怜悧な裁判官は偽の恋人を溺愛する

幸せの始まり

 その後木下は、器物損壊容疑で駆けつけた警察により現行犯逮捕された。

 木下はこれまでに若い女性を狙った付きまとい行為を何度も行っていたらしく、警察にも要注意人物とされていたようだ。

 彼は退勤途中の私を尾行したことにより自宅を特定したという。それから、防犯カメラのない場所からマンションの壁を登って侵入、そして私の家の鍵穴に紙くずを入れたことを認めた。警察は私の件以外にも余罪があるとみて、捜査を進めている。

 百貨店側もこの事件を重く受け止めたようで、木下は百貨店の全店舗出入り禁止が決まった。

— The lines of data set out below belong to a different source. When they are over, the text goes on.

//! Analyses run in the background so that the page can show how far they have got: a job
//! holds its progress (the stage the pipeline announces and its steps) and, once done, its
//! answer. At most [`KEPT_JOBS`] jobs are kept, the oldest dropped first.

use super::WebResponse;
use crate::progress::Progress;
use std::collections::VecDeque;
use std::sync::atomic::{AtomicU64, Ordering};
use std::sync::{Arc, Mutex};

/// Jobs kept at once (a choice of ours: two per kept run).
pub const KEPT_JOBS: usize = 16;

/// One analysis in the background.
#[derive(Debug, Default)]
pub struct Job {
    stage: Mutex<String>,
    steps: AtomicU64,
    done: AtomicU64,
    answer: Mutex<Option<WebResponse>>,
}

impl Progress for Job {
    fn stage(&self, what: &str, steps: u64) {
        if let Ok(mut s) = self.stage.lock() {
            *s = what.to_string();
        }
        self.steps.store(steps, Ordering::Relaxed);
        self.done.store(0, Ordering::Relaxed);
    }
    fn advance(&self, n: u64) {
        self.done.fetch_add(n, Ordering::Relaxed);
    }
    fn finish(&self) {}
}

impl Job {
    /// Keep the job's answer.
    pub fn complete(&self, answer: WebResponse) {
        if let Ok(mut a) = self.answer.lock() {
            *a = Some(answer);
        }
    }

    /// The answer when done; otherwise 202 with the stage and its steps.
    pub fn poll(&self) -> WebResponse {
        if let Ok(a) = self.answer.lock() {
            if let Some(answer) = a.as_ref() {
                return answer.clone();
            }
        }
        let stage = self.stage.lock().map(|s| s.clone()).unwrap_or_default();
        WebResponse::json(
            202,
            &serde_json::json!({
                "stage": if stage.is_empty() { "starting".to_string() } else { stage },
                "done": self.done.load(Ordering::Relaxed),
                "steps": self.steps.load(Ordering::Relaxed),
            }),
        )
    }
}

/// The jobs by id.
#[derive(Debug, Default)]
pub struct Jobs {
    next: u64,
    jobs: VecDeque<(String, Arc<Job>)>,
}

impl Jobs {
    /// A new job; returns its id.
    pub fn add(&mut self) -> (String, Arc<Job>) {
        self.next += 1;
        let id = format!("j{}", self.next);
        let job = Arc::new(Job::default());
        self.jobs.push_back((id.clone(), Arc::clone(&job)));
        while self.jobs.len() > KEPT_JOBS {
            self.jobs.pop_front();
        }
        (id, job)
    }

    /// A kept job.
    pub fn get(&self, id: &str) -> Option<Arc<Job>> {
        self.jobs
            .iter()
            .find(|(k, _)| k == id)
            .map(|(_, j)| Arc::clone(j))
    }
}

 騒動から三ヶ月が経ち、私にもようやく平穏な日常が戻ってきたと言える。

 木下が逮捕されたこともあり、私の異動は取り消しとなった。今までと同じ店で、仕事に邁進する日々である。

 そんな私の日常にも、いくつか変化が訪れていた。

「はい、完成です。どうでしょうか? 真子さん」

「わあ……とっても素敵」

 手鏡を覗き込んだ真子は、化粧を終えた自分の顔を見て歓声を上げた。今日は新発売のアイシャドウの試し塗りをしたのだが、気に入ってくれたようだ。